EXERCISE AIM —
Report only the number of lines in the entries below that hold the word "OutputTimeUnit".

DATA FOR ANALYSIS START

package com.baysheet.bench;

import com.baysheet.engine.CalcContext;
import com.baysheet.engine.units.UnitSystem;
import com.baysheet.framing.Derivation;
import com.baysheet.framing.Derived;
import com.baysheet.framing.model.Bay;
import com.baysheet.framing.model.Building;
import com.baysheet.framing.model.Direction;
import com.baysheet.framing.model.Framing;
import com.baysheet.framing.model.Grid;
import com.baysheet.framing.model.GridAxis;
import com.baysheet.framing.model.Level;
import com.baysheet.framing.model.Side;
import org.openjdk.jmh.annotations.Benchmark;
import org.openjdk.jmh.annotations.BenchmarkMode;
import org.openjdk.jmh.annotations.Fork;
import org.openjdk.jmh.annotations.Measurement;
import org.openjdk.jmh.annotations.Mode;
import org.openjdk.jmh.annotations.OutputTimeUnit;
import org.openjdk.jmh.annotations.Param;
import org.openjdk.jmh.annotations.Scope;
import org.openjdk.jmh.annotations.Setup;
import org.openjdk.jmh.annotations.State;
import org.openjdk.jmh.annotations.Warmup;

import java.util.ArrayList;
import java.util.List;
import java.util.concurrent.TimeUnit;

/**
 * Full recompute of a 24 × 24-bay building, 6 to 60 levels (the framing figures of docs/benchmarks.md). Two plans:
 * <ul>
 * <li>{@code uniform}: equal 30 ft × 25 ft bays, office floors, slab spanning between grid beams (no infill
 * beams): about 600 beams a level, the issue's "35,000 beams and girders" at 60 levels;</li>
 * <li>{@code varied}: unequal spacings, two infill beams a bay in alternating directions, a corridor strip,
 * retail at the ground, a parking level, a cantilever edge, an opening and a sloped roof: about 2,300 beams
 * and girders a level, and far fewer repeated members.</li>
 * </ul>
 * Run: {@code mvn -B -ntp -Pbench compile exec:java -Dexec.args="FramingBenchmark -f 1 -wi 2 -i 3 -prof gc"}.
 */
@State(Scope.Benchmark)
@BenchmarkMode(Mode.AverageTime)
@OutputTimeUnit(TimeUnit.MILLISECONDS)
@Fork(value = 1, jvmArgsAppend = {"-Xmx6g"})
@Warmup(iterations = 2)
@Measurement(iterations = 3)
public class FramingBenchmark {
    static final int BAYS = 24;

    @Param({"6", "12", "24", "48", "60"})
    public int levels;

    @Param({"uniform", "varied"})
    public String plan;

    private Building building;

    @Setup
    public void setUp() {
        building = plan.equals("uniform") ? uniform(levels) : varied(levels);
    }

    @Benchmark
    public Derived fullRecompute() {
        return Derivation.derive(building);
    }

    static Building uniform(int levels) {
        Grid g = new Grid(axis("x", "", spacings(30, 0)), axis("y", "Y", spacings(25, 0)));
        List<Level> out = new ArrayList<>();
        for (int k = 1; k <= levels; k++) {
            List<Bay> bays = new ArrayList<>();
            for (int c = 0; c < BAYS; c++)
                for (int r = 0; r < BAYS; r++) bays.add(Bay.floor(c, r, "office", 60, new Framing(Direction.X, 0)));
            out.add(Level.floor("F" + k, 13.0 * k, bays));
        }
        return new Building("uniform", CalcContext.of(UnitSystem.US), g, out);
    }

    static Building varied(int levels) {
        Grid g = new Grid(axis("x", "", spacings(28, 7)), axis("y", "Y", spacings(24, 5)));
        List<Level> out = new ArrayList<>();
        for (int k = 1; k <= levels; k++) {
            boolean roof = k == levels, parking = k == 2, ground = k == 1;
            List<Bay> bays = new ArrayList<>();
            for (int c = 0; c < BAYS; c++)
                for (int r = 0; r < BAYS; r++) {
                    if (!roof && c >= 10 && c <= 11 && r >= 10 && r <= 11) { bays.add(Bay.opening(c, r)); continue; }
                    String use = roof ? "roof-ordinary" : parking ? "garage-passenger" : ground ? "retail-first"
                            : r == 12 ? "office-corridor" : (c + r + k) % 11 == 0 ? "storage-light" : "office";
                    Framing f = new Framing((c + r) % 2 == 0 ? Direction.X : Direction.Y, 2);
                    Bay b = Bay.floor(c, r, use, roof ? 25 : 55 + (c % 3) * 5, f);
                    if (r == 0 && !roof) b = b.withCantilever(Side.SOUTH, 6);
                    bays.add(b);
                }
            out.add(roof ? Level.roof("R", 13.0 * k, 0.5, bays) : Level.floor("F" + k, 13.0 * k, bays));
        }
        return new Building("varied", CalcContext.of(UnitSystem.US), g, out);
    }

    /** {@code base} ft, plus up to {@code spread} ft varying from bay to bay. */
    private static double[] spacings(double base, int spread) {
        double[] s = new double[BAYS];
        for (int i = 0; i < BAYS; i++) s[i] = base + (spread == 0 ? 0 : (i * 5 % (spread + 1)));
        return s;
    }

    private static GridAxis axis(String axis, String prefix, double[] spacings) {
        List<String> names = new ArrayList<>();
        List<Double> s = new ArrayList<>();
        for (int i = 0; i <= spacings.length; i++) names.add(prefix + (i + 1));
        for (double d : spacings) s.add(d);
        return new GridAxis(axis, names, s);
    }
}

DATA FOR ANALYSIS END

SOLUTION FOR THIS TASK —
2